Postado em domingo, 28 de janeiro de 2018 às 18:06

Projeto discute juventude e política com estudantes

Em discussão com estudantes do ensino médio de Alfenas, estes se mostraram entusiasmados com algumas questões sociais, em especial: política, preconceito e mercado de trabalho. A discussão foi promovida pelo projeto “A Imaginação Sociológica e o Sul de Minas”, da Unifal-MG (Universidade Federal de Alfenas).

Algo que mexeu com a cabeça dos jovens foi a contradição explicitada ao perceberem que 64 deles, em um universo de 80, consideraram a participação dos jovens na política de extrema importância, mas somente 25 possuíam título de eleitor. Diante desse fato, a questão levantada foi: quais são as possíveis formas dos jovens se envolverem na política?

Um dos estudantes apontou as manifestações como uma das opções para se envolverem na política. Já outros apontaram a necessidade de se realizar debates políticos em sala de aula, sendo que uma estudante revelou que eles não tiram título de eleitor porque poucos sabem sobre política, já que é um assunto pouco tratado.

Imagem ilustrativa de um grupo de jovens abraçados em círculo (Foto: Reprodução/site Infojovem)


Todos nós estamos inseridos em distintos meios sociais muito mais amplos que nós mesmos. E trabalhar a imaginação sociológica é trabalhar a percepção dos indivíduos sobre questões mais amplas, que envolvem toda a sociedade, até suas vidas privadas. Tendo isso em vista, o projeto de extensão “A Imaginação Sociológica e o sul de Minas” apresentou os resultados de um levantamento realizado com 80 estudantes do ensino médio de uma escola pública estadual da cidade, em que se procurou debater com os estudantes alguns dos principais temas de interesse.

Ao apresentar os resultados aos estudantes, por meio de gráficos, procurou-se mostrar o que eles pensavam sobre a si mesmos e a sociedade, dessa forma despertando a imaginação sociológica. Diversas discussões foram realizadas passando por temas como: mercado de trabalho, educação, política, saúde, família, futuro, violência, drogas, preconceito, dentre outros.

 

Racismo


Outro tema que se destacou entre os estudantes foi o preconceito, com mais relevância para o racismo, pois 11 jovens se autodeclararam negros e 7 deles afirmaram que já sofreram racismo na escola. Os números se mostraram alarmantes, e os próprios estudantes concordaram com isso. Segundo eles, o tema quase nunca é debatido na escola, o que gera insegurança e desconhecimento sobre formas de ação caso ocorra algum tipo preconceito. Para além desses números, muitos relataram ter sofrido algum tipo de violência, sendo que 22 deles afirmaram ter sofrido algum tipo de violência verbal.

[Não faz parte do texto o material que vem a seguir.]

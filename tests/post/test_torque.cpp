// Torque between two sinusoidal current sheets in a slotless gap by Arkkio's method, by the Maxwell
// stress on the sliding circle and by virtual work, against the closed form of docs/references.md §4
// ("Torque between two sinusoidal sheets", derived from the classical solutions in K. J. Binns,
// P. J. Lawrenson, C. W. Trowbridge, The Analytical and Numerical Solution of Electric and Magnetic
// Fields, Wiley 1992 — from memory).
//
// Sign, checked here from the Lorentz force: with the stator sheet K_s cos(p theta) and the rotor
// sheet K_r cos(p theta - delta) (the rotor wave ahead by delta electrical, counter-clockwise), the
// stator field at the rotor surface is B_r = -2 p C R_r^{p-1} sin(p theta), the tangential force per
// area K_r B_r, so T = -2 pi mu0 R_r^2 K_s K_r x^{p-1} sin(delta) / (1 - x^{2p}), x = R_r / R_s:
// negative (clockwise) for 0 < delta < 180°, pulling the rotor wave back onto the stator wave.

#include <doctest/doctest.h>

#include <cmath>
#include <functional>
#include <numbers>

#include "post/gap_field.hpp"
#include "post/torque.hpp"
#include "support/two_sheets.hpp"
#include "support/convergence.hpp"

using namespace tf;

namespace {

constexpr double kMu0 = 4e-7 * std::numbers::pi;
constexpr double kPi = std::numbers::pi;
constexpr double kStatorSheet = 1e4;  // K_s [A/m]
constexpr double kRotorSheet = 5e3;   // K_r [A/m]

/// The closed form above [N m/m].
double sheet_torque(const testing::TwoSheetMachine& s, double delta) {
  const double x = s.r_rotor / s.r_stator;
  return -2 * kPi * kMu0 * s.r_rotor * s.r_rotor * kStatorSheet * kRotorSheet * std::pow(x, s.p - 1) *
         std::sin(delta) / (1 - std::pow(x, 2 * s.p));
}

/// Solves the two-sheet machine with the rotor wave ahead by delta [rad electrical], the rotor turned
/// by rotor_shift node pitches (the rotor sheet turns with it: it is fixed in the rotor's frame).
testing::SheetSolution solve(const testing::TwoSheetMachine& s, const mesh::Mesh& m, double delta,
                             int rotor_shift = 0) {
  return testing::solve_sheets(
      s, m, [&](double th) { return kRotorSheet * std::cos(s.p * th - delta); },
      [&](double th) { return kStatorSheet * std::cos(s.p * th); }, rotor_shift);
}

/// A torque method's relative errors against the closed form at delta = 90°, on the meshes of
/// refinement levels 0, 1, 2; each level's torque and error printed under `name`.
std::vector<double> level_errors(const char* name,
                                 const std::function<double(const mesh::Mesh&, const Eigen::VectorXd&)>& torque) {
  testing::TwoSheetMachine s;
  const double exact = sheet_torque(s, kPi / 2);
  std::vector<double> errors;
  for (int level = 0; level < 3; ++level) {
    s.level = level;
    const mesh::Mesh m = testing::two_sheet_mesh(s);
    const double t = torque(m, solve(s, m, kPi / 2).a_nodes);
    errors.push_back(std::abs(t / exact - 1));
    MESSAGE("level " << level << ": " << name << " " << t << " N m/m, relative error " << errors.back());
  }
  return errors;
}

}  // namespace

TEST_CASE("two-sheet torque: the closed form gives the published value") {
  // docs/references.md §4: p = 2, R_r = 49 mm, R_s = 50 mm, K_s = 1e4, K_r = 5e3 A/m, delta = 90°.
  const testing::TwoSheetMachine s;
  CHECK(sheet_torque(s, kPi / 2) == doctest::Approx(-11.96570).epsilon(1e-6).scale(0));
}

TEST_CASE("Arkkio's torque of two sinusoidal sheets: within 0.5 % and converging under refinement") {
  const std::vector<double> errors = level_errors("Arkkio", [](const mesh::Mesh& m, const Eigen::VectorXd& a) {
    return post::arkkio_torque_static(m, a, 1.0);
  });
  for (double e : errors) CHECK(e < 0.005);  // docs/references.md §4 tolerance
  // Second order: the error falls about fourfold per halving (rate 2); asked: 3.5-fold.
  for (double rate : testing::convergence_rates(errors)) CHECK(rate > std::log2(3.5));
}

TEST_CASE("Maxwell stress on the sliding circle: second order, but 17 times Arkkio's error") {
  // Measured (mu_iron = 1e9, gap one element per side at level 0, 240 nodes round): relative errors
  // 1.5 %, 0.38 %, 0.094 % at levels 0, 1, 2 against Arkkio's 0.087 %, 0.022 %, 0.0054 %. B_theta on
  // the circle is the mean of the two elements beside it, a difference of A across the circle over
  // one element each side: second order, but its error is not averaged out the way the whole band
  // averages it in Arkkio's method. Tolerance: 2 % on the coarsest mesh, then the fourfold fall.
  const std::vector<double> errors = level_errors("circle", [](const mesh::Mesh& m, const Eigen::VectorXd& a) {
    return post::circle_torque(post::gap_operators(m, 720, 4), a, 1.0);
  });
  CHECK(errors.front() < 0.02);
  for (double rate : testing::convergence_rates(errors)) CHECK(rate > std::log2(3.5));
}

TEST_CASE("local virtual work: the energy of the deformed gap layer gives the torque, converging under refinement") {
  // J. L. Coulomb, IEEE Trans. Magn. 19(6), 1983 (from memory): no extra solve. One layer of gap
  // elements deforms on the rotor side; the torque is second order like the others (measured
  // relative errors 0.49 %, 0.12 %, 0.030 % at levels 0, 1, 2).
  const std::vector<double> errors = level_errors("local virtual work", [](const mesh::Mesh& m, const Eigen::VectorXd& a) {
    return post::local_virtual_work_torque(m, a, 1.0);
  });
  for (double e : errors) CHECK(e < 0.01);
  for (double rate : testing::convergence_rates(errors)) CHECK(rate > std::log2(3.5));
  // At level 1, the co-energy difference of the rotor turned a pitch either way (the same discrete
  // field's derivative by another route) within 1 % of it.
  testing::TwoSheetMachine s;
  s.level = 1;
  const mesh::Mesh m = testing::two_sheet_mesh(s);
  const double t = post::local_virtual_work_torque(m, solve(s, m, kPi / 2).a_nodes, 1.0);
  const double pitch = 2 * kPi / static_cast<double>(m.sliding.stator_nodes.size());
  auto coenergy = [&](int shift) {
    const testing::SheetSolution y = solve(s, m, kPi / 2, shift);
    return post::linear_coenergy(y.load, y.solution, 1.0);
  };
  CHECK(t == doctest::Approx(post::virtual_work_torque(coenergy(-1), coenergy(1), pitch)).epsilon(0.01).scale(0));
}

TEST_CASE("virtual work: the co-energy difference of a turned rotor sheet gives the torque within 1 %") {
  // Linear materials, current sources: W' = W = 1/2 a^T K a = 1/2 f . a. The rotor sheet turns with
  // the rotor, the stator sheet stays: T = dW'/dtheta at constant currents.
  testing::TwoSheetMachine s;
  s.level = 1;
  const mesh::Mesh m = testing::two_sheet_mesh(s);
  const double exact = sheet_torque(s, kPi / 2);
  const double pitch = 2 * kPi / static_cast<double>(m.sliding.stator_nodes.size());
  auto coenergy = [&](double delta, int shift) {
    const testing::SheetSolution x = solve(s, m, delta, shift);
    return post::linear_coenergy(x.load, x.solution, 1.0);
  };

  SUBCASE("turning the rotor sheet's phase by -/+ one node pitch in the fixed mesh") {
    // A rotor turned by +d carries its wave to cos(p (theta - d) - delta): delta grows by p d.
    const double t = post::virtual_work_torque(coenergy(kPi / 2 - s.p * pitch, 0), coenergy(kPi / 2 + s.p * pitch, 0), pitch);
    MESSAGE("virtual work (phase turn) " << t << " N m/m");
    CHECK(t == doctest::Approx(exact).epsilon(0.01).scale(0));
  }
  SUBCASE("turning the rotor by -/+ one node pitch through the sliding circle") {
    const double t = post::virtual_work_torque(coenergy(kPi / 2, -1), coenergy(kPi / 2, +1), pitch);
    MESSAGE("virtual work (sliding circle) " << t << " N m/m");
    CHECK(t == doctest::Approx(exact).epsilon(0.01).scale(0));
  }
}

TEST_CASE("a rotor turned through the sliding circle: Arkkio and circle torque read B in the rotor's frame correctly") {
  // Turning the rotor by k pitches with its sheet fixed in its own frame is, physically, the rotor
  // wave ahead by delta + p k pitch: both torques must follow the closed form at that angle.
  testing::TwoSheetMachine s;
  s.level = 1;
  const mesh::Mesh m = testing::two_sheet_mesh(s);
  const int n = static_cast<int>(m.sliding.stator_nodes.size());
  const int shift = n / 24;  // 15 degrees mechanical, 30 electrical
  const double delta = kPi / 3 + s.p * 2 * kPi * shift / n;  // 60° + 30° electrical
  const double exact = sheet_torque(s, delta);
  const Eigen::VectorXd a = solve(s, m, kPi / 3, shift).a_nodes;
  // Measured at level 1: Arkkio -11.9631, circle -12.0108 against -11.9657 N m/m; the circle with
  // operators built for an unturned rotor read -12.3459 (3.2 % off): the shift matters.
  CHECK(post::arkkio_torque_static(m, a, 1.0) == doctest::Approx(exact).epsilon(0.005).scale(0));
  CHECK(post::circle_torque(post::gap_operators(m, 720, 4, shift), a, 1.0) ==
        doctest::Approx(exact).epsilon(0.005).scale(0));
}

Ainda em relação ao tema da violência, destaca-se que as formas de agressões que eles podem sofrem na escola, fazem parte de um conjunto maior de fatos que são parte de um contexto social maior. O que acontece dentro dos muros da escola, muitas vezes, são manifestações de como são dadas as relações dentro da sociedade, já que os altos índices de violência na escola não são isolados do resto das relações sociais, mas precisam ser debatidos e contornados, principalmente na escola que é palco para ações que se dirijam a tais propósitos, ou seja, voltados à melhoria da vida das pessoas em sociedade.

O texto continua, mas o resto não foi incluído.